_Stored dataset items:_
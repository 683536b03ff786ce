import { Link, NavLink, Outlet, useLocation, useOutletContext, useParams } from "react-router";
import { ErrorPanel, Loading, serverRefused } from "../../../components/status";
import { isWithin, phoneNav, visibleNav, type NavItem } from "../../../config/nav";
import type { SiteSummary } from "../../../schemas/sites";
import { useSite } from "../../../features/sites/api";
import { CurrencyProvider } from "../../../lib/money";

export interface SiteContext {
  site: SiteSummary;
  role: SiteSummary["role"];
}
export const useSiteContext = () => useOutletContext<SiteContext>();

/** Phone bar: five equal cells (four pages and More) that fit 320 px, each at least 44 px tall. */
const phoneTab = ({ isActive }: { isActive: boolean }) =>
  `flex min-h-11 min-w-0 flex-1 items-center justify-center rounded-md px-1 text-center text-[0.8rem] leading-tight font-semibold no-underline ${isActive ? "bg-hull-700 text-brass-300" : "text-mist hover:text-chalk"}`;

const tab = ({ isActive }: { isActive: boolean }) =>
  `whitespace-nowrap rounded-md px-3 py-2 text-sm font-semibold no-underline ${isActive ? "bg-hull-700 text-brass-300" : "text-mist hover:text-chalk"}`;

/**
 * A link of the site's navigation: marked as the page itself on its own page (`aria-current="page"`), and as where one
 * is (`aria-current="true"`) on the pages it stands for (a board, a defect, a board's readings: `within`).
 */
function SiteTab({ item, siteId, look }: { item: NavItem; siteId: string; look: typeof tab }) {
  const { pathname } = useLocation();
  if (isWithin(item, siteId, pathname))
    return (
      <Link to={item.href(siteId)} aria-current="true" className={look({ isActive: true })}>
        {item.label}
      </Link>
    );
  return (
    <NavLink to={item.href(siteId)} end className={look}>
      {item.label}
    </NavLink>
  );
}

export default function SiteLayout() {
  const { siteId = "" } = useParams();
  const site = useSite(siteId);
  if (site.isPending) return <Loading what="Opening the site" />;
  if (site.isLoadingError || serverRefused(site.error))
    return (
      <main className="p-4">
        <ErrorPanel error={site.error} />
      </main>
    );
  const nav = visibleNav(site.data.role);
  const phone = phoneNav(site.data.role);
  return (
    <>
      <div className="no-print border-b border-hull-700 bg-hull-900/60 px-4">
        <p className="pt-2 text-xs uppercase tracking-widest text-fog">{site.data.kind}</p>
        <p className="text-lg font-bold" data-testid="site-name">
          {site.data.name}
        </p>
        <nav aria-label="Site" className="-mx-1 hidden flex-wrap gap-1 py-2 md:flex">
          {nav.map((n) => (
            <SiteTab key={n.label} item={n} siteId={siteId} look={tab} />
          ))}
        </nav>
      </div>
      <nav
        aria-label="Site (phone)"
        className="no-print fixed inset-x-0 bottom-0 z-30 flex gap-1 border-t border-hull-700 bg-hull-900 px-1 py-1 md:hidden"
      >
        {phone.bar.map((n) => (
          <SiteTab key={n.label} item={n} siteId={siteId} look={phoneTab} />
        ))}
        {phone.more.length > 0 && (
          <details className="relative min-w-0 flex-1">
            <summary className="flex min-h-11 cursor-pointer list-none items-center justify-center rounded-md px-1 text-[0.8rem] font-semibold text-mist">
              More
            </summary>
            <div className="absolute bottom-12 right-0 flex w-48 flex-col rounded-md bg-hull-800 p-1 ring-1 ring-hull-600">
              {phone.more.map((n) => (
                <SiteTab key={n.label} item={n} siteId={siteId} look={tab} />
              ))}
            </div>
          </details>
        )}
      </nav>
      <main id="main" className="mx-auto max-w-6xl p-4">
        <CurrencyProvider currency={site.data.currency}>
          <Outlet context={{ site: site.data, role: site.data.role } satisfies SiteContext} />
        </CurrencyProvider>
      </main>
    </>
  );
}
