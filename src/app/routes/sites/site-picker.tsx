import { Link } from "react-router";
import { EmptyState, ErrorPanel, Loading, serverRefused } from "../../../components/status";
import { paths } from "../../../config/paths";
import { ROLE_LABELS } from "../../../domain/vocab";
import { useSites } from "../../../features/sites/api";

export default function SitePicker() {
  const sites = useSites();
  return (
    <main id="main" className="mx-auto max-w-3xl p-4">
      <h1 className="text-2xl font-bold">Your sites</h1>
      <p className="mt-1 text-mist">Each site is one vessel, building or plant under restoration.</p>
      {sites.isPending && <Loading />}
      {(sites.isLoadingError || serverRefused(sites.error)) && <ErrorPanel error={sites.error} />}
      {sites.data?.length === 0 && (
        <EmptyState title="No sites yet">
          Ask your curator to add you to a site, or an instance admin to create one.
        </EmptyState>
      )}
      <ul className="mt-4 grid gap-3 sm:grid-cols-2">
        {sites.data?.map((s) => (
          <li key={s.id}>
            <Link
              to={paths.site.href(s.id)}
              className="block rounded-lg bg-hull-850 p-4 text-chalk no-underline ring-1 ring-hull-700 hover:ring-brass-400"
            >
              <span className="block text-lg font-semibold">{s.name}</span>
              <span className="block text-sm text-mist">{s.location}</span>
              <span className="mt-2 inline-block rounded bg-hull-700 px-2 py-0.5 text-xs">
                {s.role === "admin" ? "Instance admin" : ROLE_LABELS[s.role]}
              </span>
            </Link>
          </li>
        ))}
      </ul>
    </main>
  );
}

_What to do:_ For every line above that has "span" in it, copy the line.

_Output for this exercise:_
              <span className="block text-lg font-semibold">{s.name}</span>
              <span className="block text-sm text-mist">{s.location}</span>
              <span className="mt-2 inline-block rounded bg-hull-700 px-2 py-0.5 text-xs">
              </span>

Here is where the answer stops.